Matrix Multiplication. Two convolutional filters one after the next would be the same as having just one.
We need non-linearity (ReLU etc, sigmoid and others…)
Advantages of ReLU vs tanh/sigmoid
- Faster convergence than tanh
- Easier and faster calculation
- Lower probability of vanishing gradient
Disadvantages of ReLU:
- Dying ReLU: when inputs are all or mostly negative, recovery is hard because grad is 0 in neg half
Pooling Layer: Max Pooling
Takes a sub-part of the image LIKE CONVOLUTIONAL (using a scan kernel) but takes the highest value as the output (rather than multiplying and adding)
Pooling: does it collapse the channels, like convolutional?
No, 3 channels in 3 channels out
Advantages of pooling layer
- Improved translational invariance (moving pixels to slightly different locations has little effect)
- Downsampling (reduced resources)
Batch Normalisation concept
Network is easier to train if the input is normalised
Issue with normalisation
In training, the parameters are chaning which leads to changing of data distribution in different layers
Batch normalisation
Input: values of x over a mini-batch B = {X1…m}
Parameters to be learned yotta
mini batch mean
mini batch variance
normalise
scale and shift
Fully Connected Layer
Each neuron/unit in the previous layer connects to every unit in the this layer.

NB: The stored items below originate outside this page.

#[test]
fn a_longitude_latitude_layer_with_grid_blocks_names_ogr2ogr() {
    let workdir = Workdir::new();
    // GeoJSON coordinates are longitude/latitude (RFC 7946); invented values near 0°, 0°.
    let features: Vec<serde_json::Value> = (0..20)
        .map(|k| {
            let (x, y) = (0.01 * (k % 5) as f64, 0.01 * (k / 5) as f64);
            serde_json::json!({
                "type": "Feature",
                "properties": {"a": k as f64, "b": ((k * 7) % 5) as f64, "y": 0.5 * k as f64 + ((k * 3) % 4) as f64},
                "geometry": {"type": "Point", "coordinates": [x, y]}
            })
        })
        .collect();
    std::fs::write(
        workdir.path("points.geojson"),
        serde_json::json!({"type": "FeatureCollection", "features": features}).to_string(),
    )
    .unwrap();
    ogr2ogr(
        workdir.root(),
        &[
            "-f",
            "GPKG",
            "points.gpkg",
            "points.geojson",
            "-nln",
            "points",
        ],
    );
    let hash = sha256(&workdir.path("points.gpkg"));
    let args = |scheme: &str| -> Vec<String> {
        [
            "run",
            "--gpkg",
            "points.gpkg",
            "--target",
            "y",
            "--features",
            "a,b",
            "--scheme",
            scheme,
            "--block-size",
            "1000",
            "--folds",
            "3",
        ]
        .map(String::from)
        .to_vec()
    };
    let output = geofold(&workdir, &args("grid"));
    assert_eq!(code(&output), 64);
    let message = stderr(&output);
    assert!(
        message.contains("points.gpkg:points.geom has SRID 4326")
            && message.contains("ogr2ogr -t_srs EPSG:N"),
        "{message}"
    );
    assert_eq!(sha256(&workdir.path("points.gpkg")), hash);
    // --distance-srid cannot help without PostGIS, and says so.
    let mut with_srid = args("grid");
    with_srid.extend(["--distance-srid", "32631"].map(String::from));
    let output = geofold(&workdir, &with_srid);
    assert_eq!(code(&output), 64);
    assert!(stderr(&output).contains("reproject the file first"));
    // Random folds ignore distance, so they run.
    let output = geofold(&workdir, &args("random"));
    assert_eq!(code(&output), 0, "{}", stderr(&output));
    let layers = gdal_layers(&workdir.path("points.gpkg"));
    assert_eq!(layers["points_cv"], layer("Point", 20, Some(4326)));
}

#[test]
fn results_of_a_postgis_source_go_to_a_geopackage_through_export() {
    let _demo = DEMO_SCHEMAS.lock().unwrap_or_else(|e| e.into_inner());
    let workdir = Workdir::new();
    let uri = db_uri();
    let output = geofold(&workdir, &["demo".into(), "--db".into(), uri.clone()]);
    assert_eq!(code(&output), 0);

    // --results-gpkg with a PostGIS source is refused before anything is written.
    let refused = geofold(
        &workdir,
        &[
            "run",
            "--db",
            &uri,
            "--table",
            "demo.subcatchments",
            "--target",
            TARGET,
            "--features",
            FEATURES,
            "--block-size",
            "4000",
            "--results-gpkg",
            "direct.gpkg",
        ]
        .map(String::from),
    );
    assert_eq!(code(&refused), 64);
    assert!(stderr(&refused).contains("geofold export"));
    assert!(!workdir.path("direct.gpkg").exists());

    let export = |args: &[&str]| {
        let mut all = vec![
            "export".to_string(),
            "--db".to_string(),
            uri.clone(),
            "--results-schema".to_string(),
            "geofold_demo".to_string(),
        ];
        all.extend(args.iter().map(|s| s.to_string()));
        geofold(&workdir, &all)
    };
    let output = export(&["--job", "demo_nitrate", "--to", "shared.gpkg"]);
    assert_eq!(code(&output), 0);
    let report = json(&output);
    let runs: Vec<String> = report["runs"]
        .as_array()
        .unwrap()
        .iter()
        .map(|id| id.as_str().unwrap().to_string())
        .collect();
    assert_eq!(runs.len(), 2, "the run and its random comparison");
    let file = workdir.path("shared.gpkg");
    let ids = runs
        .iter()
        .map(|id| format!("'{id}'"))
        .collect::<Vec<_>>()
        .join(", ");
    let pg_count = |table: &str| -> u64 {
        psql(&format!(
            "SELECT count(*) FROM geofold_demo.{table} WHERE run_id IN ({ids})"
        ))
        .parse()
        .unwrap()
    };
    let primary = &runs[0];
    let epsg = Some(32631);
    let expected: BTreeMap<String, LayerInfo> = [
        ("blocks", layer("Polygon", pg_count("blocks"), epsg)),
        (
            "demo_nitrate",
            layer(
                "Multi Polygon",
                psql("SELECT count(*) FROM geofold_demo.demo_nitrate")
                    .parse()
                    .unwrap(),
                epsg,
            ),
        ),
        (
            "demo_nitrate_blocks",
            layer(
                "Polygon",
                psql("SELECT count(*) FROM geofold_demo.demo_nitrate_blocks")
                    .parse()
                    .unwrap(),
                epsg,
            ),
        ),
        ("schema_version", layer("None", 1, None)),
        ("store_settings", layer("None", 2, None)),
        ("runs", layer("None", 2, None)),
        (
            "fold_members",
            layer("None", pg_count("fold_members"), None),
        ),
        ("predictions", layer("None", pg_count("predictions"), None)),
        ("unit_errors", layer("None", pg_count("unit_errors"), None)),
        ("fold_scores", layer("None", pg_count("fold_scores"), None)),
        ("run_scores", layer("None", 2, None)),
    ]
    .into_iter()
    .map(|(name, info)| (name.to_string(), info))
    .collect();
    assert_eq!(gdal_layers(&file), expected);
    gdal_validates(&file);
    // Values survive: PostGIS (psql) against GDAL's reading of the export.
    let checks = [
        (
            "run_scores",
            "n_predictions, rmse, mae, bias, r2, rmse_fold_sd",
        ),
        ("fold_scores", "count(*), sum(rmse), sum(n_test), min(r2)"),
        ("predictions", "count(*), sum(residual), sum(squared_error)"),
        ("unit_errors", "count(*), sum(predicted), max(unit_key)"),
    ];
    for run in &runs {
        for (table, columns) in checks {
            let from_gdal = gdal_sql(
                &file,
                &format!("SELECT {columns} FROM {table} WHERE run_id = '{run}'"),
            );
            let from_postgis = psql(&format!(
                "SELECT {columns} FROM geofold_demo.{table} WHERE run_id = '{run}'"
            ));
            let (a, b): (Vec<&str>, Vec<&str>) = (
                from_gdal[0].split('|').collect(),
                from_postgis.split('|').collect(),
            );
            assert_eq!(a.len(), b.len());
            for (x, y) in a.iter().zip(&b) {
                assert_close(x, y, &format!("{table} {columns} of {run}"));
            }
        }
    }
    assert_eq!(
        gdal_sql(&file, "SELECT DISTINCT run_id FROM demo_nitrate"),
        [primary.as_str()]
    );
    // The geometries are PostGIS's: GDAL's extent of the per-unit layer equals ST_Extent.
    let extent = command_output(
        "ogrinfo",
        &["-ro", "-so", "shared.gpkg", "demo_nitrate"],
        workdir.root(),
    );
    let extent = String::from_utf8_lossy(&extent.stdout);
    let extent = extent
        .lines()
        .find_map(|line| line.strip_prefix("Extent: "))
        .unwrap()
        .to_string();
    let pg_extent = psql(
        "SELECT format('(%s, %s) - (%s, %s)', to_char(ST_XMin(e), 'FM999999990.000000'), to_char(ST_YMin(e), 'FM999999990.000000'), \
         to_char(ST_XMax(e), 'FM999999990.000000'), to_char(ST_YMax(e), 'FM999999990.000000'))
         FROM (SELECT ST_Extent(geom) AS e FROM geofold_demo.demo_nitrate) x",
    );
    assert_eq!(extent, pg_extent);

    // The same run again is refused, leaving the file as it was.
    let hash = sha256(&file);
    let again = export(&["--run", primary, "--to", "shared.gpkg"]);
    assert_eq!(code(&again), 65);
    assert!(stderr(&again).contains("is already in it"));
    assert_eq!(sha256(&file), hash);
    // Bad and unknown run ids.
    assert_eq!(code(&export(&["--run", "17", "--to", "x.gpkg"])), 64);
    let unknown = export(&[
        "--run",
        "00000000-0000-4000-8000-000000000000",
        "--to",
        "x.gpkg",
    ]);
    assert_eq!(code(&unknown), 66);
    assert!(!workdir.path("x.gpkg").exists());
}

If you had a 9x9 patch and compared a 4 layer approach to a 1 layer approach (ending at 1x1), how many parameters does each have?
1 has 4 biases (filters)
1 has 4 3 3 = 36
4 + 36 = 40 parameters
2 has 1 bias
2 has 1 9 9 = 81
1+81 = 82 parameters
Approach 2 more likely to overfit
2 advantages of using more, small filters
- Fewer parameters: lower chance of overfitting and lower computational cost
- More ReLUs: more non-linearity so higher representation capacity
Why does GoogleNet arch use several different filters in parallel? What is the problem with this?
Some filter sizes might be better in certain circumstances than others.

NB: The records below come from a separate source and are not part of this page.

//! Connecting the way libpq does, checked against real servers: the suite's
//! throwaway PostGIS (TLS with a self-signed certificate), one started without
//! TLS, and one serving a certificate signed by a CA this test makes, with
//! client-certificate and password logins. Certificates are made with the
//! `openssl` command in the test's temporary directory. Where two programs can
//! be compared, psql (libpq itself) is the reference.
//!
//! Run with a throwaway server: `GEOFOLD_TEST_DB=… cargo test --test connect`
//! (`bash scripts/test.sh` sets it); the extra servers start and stop here.

mod common;

use std::collections::BTreeMap;
use std::path::{Path, PathBuf};
use std::process::Command;
use std::time::{Duration, Instant};

use common::{code, db_uri, psql_at, run, Cluster, Workdir};
use geofold::adapters::postgis::{ConnectOptions, Session};
use geofold::error::{exit, Error};

/// Options with exactly these environment variables (plus `HOME`), and no retries.
fn options(env: &[(&str, &str)], home: &Path) -> ConnectOptions {
    let mut environment: BTreeMap<String, String> = env
        .iter()
        .map(|(k, v)| (k.to_string(), v.to_string()))
        .collect();
    environment
        .entry("HOME".into())
        .or_insert_with(|| home.display().to_string());
    ConnectOptions {
        retry_for: Duration::ZERO,
        environment: Some(environment),
    }
}

fn connect(db: &str, env: &[(&str, &str)], home: &Path) -> Result<Session, Error> {
    Session::connect_with(Some(db), &options(env, home))
}

fn refused(result: Result<Session, Error>, what: &str) -> Error {
    match result {
        Ok(session) => panic!(
            "{what}: connected to {}, but must be refused",
            session.description
        ),
        Err(error) => error,
    }
}

fn connected(result: Result<Session, Error>, what: &str) -> Session {
    result.unwrap_or_else(|e| panic!("{what}: {e}"))
}

/// Whether the server holds the backend of `application_name` as encrypted
/// (pg_stat_ssl joined to pg_stat_activity; PostgreSQL docs "The Cumulative
/// Statistics System", views pg_stat_ssl and pg_stat_activity).
fn encrypted(uri: &str, application_name: &str) -> bool {
    let answer = psql_at(
        uri,
        &format!(
            "SELECT s.ssl FROM pg_stat_ssl s JOIN pg_stat_activity a USING (pid) \
             WHERE a.application_name = '{application_name}'"
        ),
    );
    match answer.as_str() {
        "t" => true,
        "f" => false,
        other => panic!("no single backend named {application_name}: {other:?}"),
    }
}

fn port_of(uri: &str) -> u16 {
    uri.rsplit_once(':')
        .and_then(|(_, rest)| rest.split('/').next())
        .and_then(|p| p.parse().ok())
        .expect("a port in the URI")
}

/// A port on 127.0.0.1 that nobody listens on right now.
fn dead_port() -> u16 {
    let listener = std::net::TcpListener::bind("127.0.0.1:0").expect("bind");
    listener.local_addr().expect("address").port()
}

fn query(session: &Session, sql: &str) -> Vec<String> {
    let row = session
        .runtime
        .block_on(session.client.query_one(sql, &[]))
        .expect("query");
    (0..row.len())
        .map(|i| row.try_get::<_, String>(i).expect("text column"))
        .collect()
}

/// Certificates made with `openssl` for these tests: two CAs, a server
/// certificate for localhost / 127.0.0.1 signed by the first, client
/// certificates for `certuser` from each CA, and revocation lists.
struct Pki {
    dir: tempfile::TempDir,
}

const PKI_CONFIG: &str = "\
[req]
distinguished_name = dn
prompt = no
[dn]
CN = placeholder
[ca_ext]
basicConstraints = critical, CA:TRUE
keyUsage = critical, keyCertSign, cRLSign
subjectKeyIdentifier = hash
[server_ext]
basicConstraints = CA:FALSE
keyUsage = critical, digitalSignature, keyEncipherment
extendedKeyUsage = serverAuth
subjectAltName = DNS:localhost, IP:127.0.0.1
authorityKeyIdentifier = keyid
[client_ext]
basicConstraints = CA:FALSE
keyUsage = critical, digitalSignature
extendedKeyUsage = clientAuth
authorityKeyIdentifier = keyid
[ca]
default_ca = test_ca
[test_ca]
database = index.txt
crlnumber = crlnumber
default_md = sha256
default_crl_days = 2
";

impl Pki {
    fn new() -> Pki {
        let pki = Pki {
            dir: tempfile::tempdir().expect("pki dir"),
        };
        std::fs::write(pki.path("pki.cnf"), PKI_CONFIG).unwrap();
        std::fs::write(pki.path("index.txt"), "").unwrap();
        std::fs::write(pki.path("crlnumber"), "01\n").unwrap();
        let ec = "-newkey ec -pkeyopt ec_paramgen_curve:prime256v1 -nodes";
        for (name, subject) in [
            ("ca", "geofold-test-ca-one"),
            ("other-ca", "geofold-test-ca-two"),
        ] {
            pki.openssl(&format!(
                "req -config pki.cnf -x509 -new {ec} -keyout {name}.key -out {name}.crt -days 2 \
                 -subj /CN={subject} -extensions ca_ext"
            ));
        }
        for (name, subject, ca, extensions) in [
            ("server", "localhost", "ca", "server_ext"),
            ("certuser", "certuser", "ca", "client_ext"),
            ("stranger", "certuser", "other-ca", "client_ext"),
        ] {
            pki.openssl(&format!(
                "req -config pki.cnf -new {ec} -keyout {name}.key -out {name}.csr -subj /CN={subject}"
            ));
            pki.openssl(&format!(
                "x509 -req -in {name}.csr -CA {ca}.crt -CAkey {ca}.key -CAcreateserial \
                 -out {name}.crt -days 2 -extfile pki.cnf -extensions {extensions}"
            ));
        }
        // Revocation lists of the first CA: one empty, one naming the server certificate.
        let ca = "ca -config pki.cnf -keyfile ca.key -cert ca.crt";
        pki.openssl(&format!("{ca} -gencrl -out empty.crl"));
        pki.openssl(&format!("{ca} -revoke server.crt"));
        pki.openssl(&format!("{ca} -gencrl -out revoked.crl"));
        #[cfg(unix)]
        for key in ["certuser.key", "stranger.key", "server.key"] {
            use std::os::unix::fs::PermissionsExt;
            std::fs::set_permissions(pki.path(key), std::fs::Permissions::from_mode(0o600))
                .unwrap();
        }
        pki
    }

    /// Runs `openssl` with whitespace-separated arguments in the PKI directory.
    fn openssl(&self, args: &str) {
        let output = Command::new("openssl")
            .args(args.split_whitespace())
            .current_dir(self.dir.path())
            .output()
            .expect("openssl runs");
        assert!(
            output.status.success(),
            "openssl {args} failed:\n{}",
            String::from_utf8_lossy(&output.stderr)
        );
    }

    fn path(&self, name: &str) -> PathBuf {
        self.dir.path().join(name)
    }

    fn file(&self, name: &str) -> String {
        self.path(name).display().to_string()
    }
}

/// A HOME with `~/.postgresql/` holding the named files (copied from the PKI).
fn home_with(pki: &Pki, files: &[(&str, &str)]) -> tempfile::TempDir {
    let home = tempfile::tempdir().expect("home");
    let dir = home.path().join(".postgresql");
    std::fs::create_dir_all(&dir).unwrap();
    for (from, to) in files {
        std::fs::copy(pki.path(from), dir.join(to)).unwrap();
        #[cfg(unix)]
        {
            use std::os::unix::fs::PermissionsExt;
            std::fs::set_permissions(dir.join(to), std::fs::Permissions::from_mode(0o600)).unwrap();
        }
    }
    home
}

#[test]
fn pgsslmode_require_holds_when_sslmode_is_only_text_inside_another_value() {
    // The TLS-downgrade defect. libpq: an environment variable fills a keyword
    // exactly when the connection string does not set that keyword (PostgreSQL
    // docs "Environment Variables"; fe-connect.c conninfo_add_defaults).
    let home = tempfile::tempdir().unwrap();
    let plain = Cluster::start(&[("PG_THROWAWAY_TLS", "off")]);
    let db = |port: u16, app: &str| {
        format!(
            "host=127.0.0.1 port={port} user=postgres dbname=geofold_test application_name='{app} sslmode=disable'"
        )
    };
    // The server without TLS is up and takes unencrypted sessions.
    connected(
        connect(
            &db(plain.port, "gf-plain"),
            &[("PGSSLMODE", "disable")],
            home.path(),
        ),
        "sslmode=disable on a server without TLS",
    );
    // sslmode=require: "only try an SSL connection" (docs, "SSL Mode Descriptions").
    let error = refused(
        connect(
            &db(plain.port, "gf-downgrade"),
            &[("PGSSLMODE", "require")],
            home.path(),
        ),
        "PGSSLMODE=require against a server without TLS",
    );
    assert_eq!(error.exit_code(), exit::UNAVAILABLE, "{error}");
    assert!(error.to_string().contains("does not offer TLS"), "{error}");
    // sslmode=prefer goes on without TLS there, as libpq does.
    let _session = connected(
        connect(
            &db(plain.port, "gf-prefer-plain"),
            &[("PGSSLMODE", "prefer")],
            home.path(),
        ),
        "sslmode=prefer on a server without TLS",
    );
    assert!(!encrypted(&plain.uri, "gf-prefer-plain sslmode=disable"));
    // The same string against the suite's TLS server is encrypted.
    let uri = db_uri();
    let _session = connected(
        connect(
            &db(port_of(&uri), "gf-upgrade"),
            &[("PGSSLMODE", "require")],
            home.path(),
        ),
        "PGSSLMODE=require against the TLS server",
    );
    assert!(encrypted(&uri, "gf-upgrade sslmode=disable"));
}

The problem is computational cost
How did GoogLeNet solve the computational cost issue?
They use Dimension reduction with bottleneck layers.
The 1x1 convolutional layer
Residual Block
Takes the input, bypasses the layers and sums it with the layer outputs.
If you’ve already learned then just ensure that f(x) does not do much to effect the input.
ResNet uses them every 2 layers.
Densely connected Networks
Residual blocks but connected ot every future layer output.
Pros of Densely connected networks
- Stronger gradient in back propagation so it’s easier to train
- Learn feautres from multiple levels
- Reuse of features (fewer filters but same num of feature maps)
Drawback of densely connected network
High memory cost. You must save all intermediate feature maps.
Dense Block Networks
Uses smaller blocks of densely connected layers, separated by standard layers.
Fine-Tuning data requirements
Lots of data required. You could use a pre-trained network then fine tune
Fine tuning with less data
You could freeze all layers other than the last and retrain that with only a few data points.
You could also train a linear classifier.
Fine tuning with more data
Freeze less layers and train more layers going backwards.
Fine tuning with a LOT data
Freeze no layers and retrain all.
Be careful of overfitting
Data augmentation
Add transforms like rotation/translation/zooming/noise etc)
Dropout
Blackout some units every time you perform inference
Harder to overfit because network can’t rely on one neuron anymore
Early stop
You can stop the network when it starts to overfit.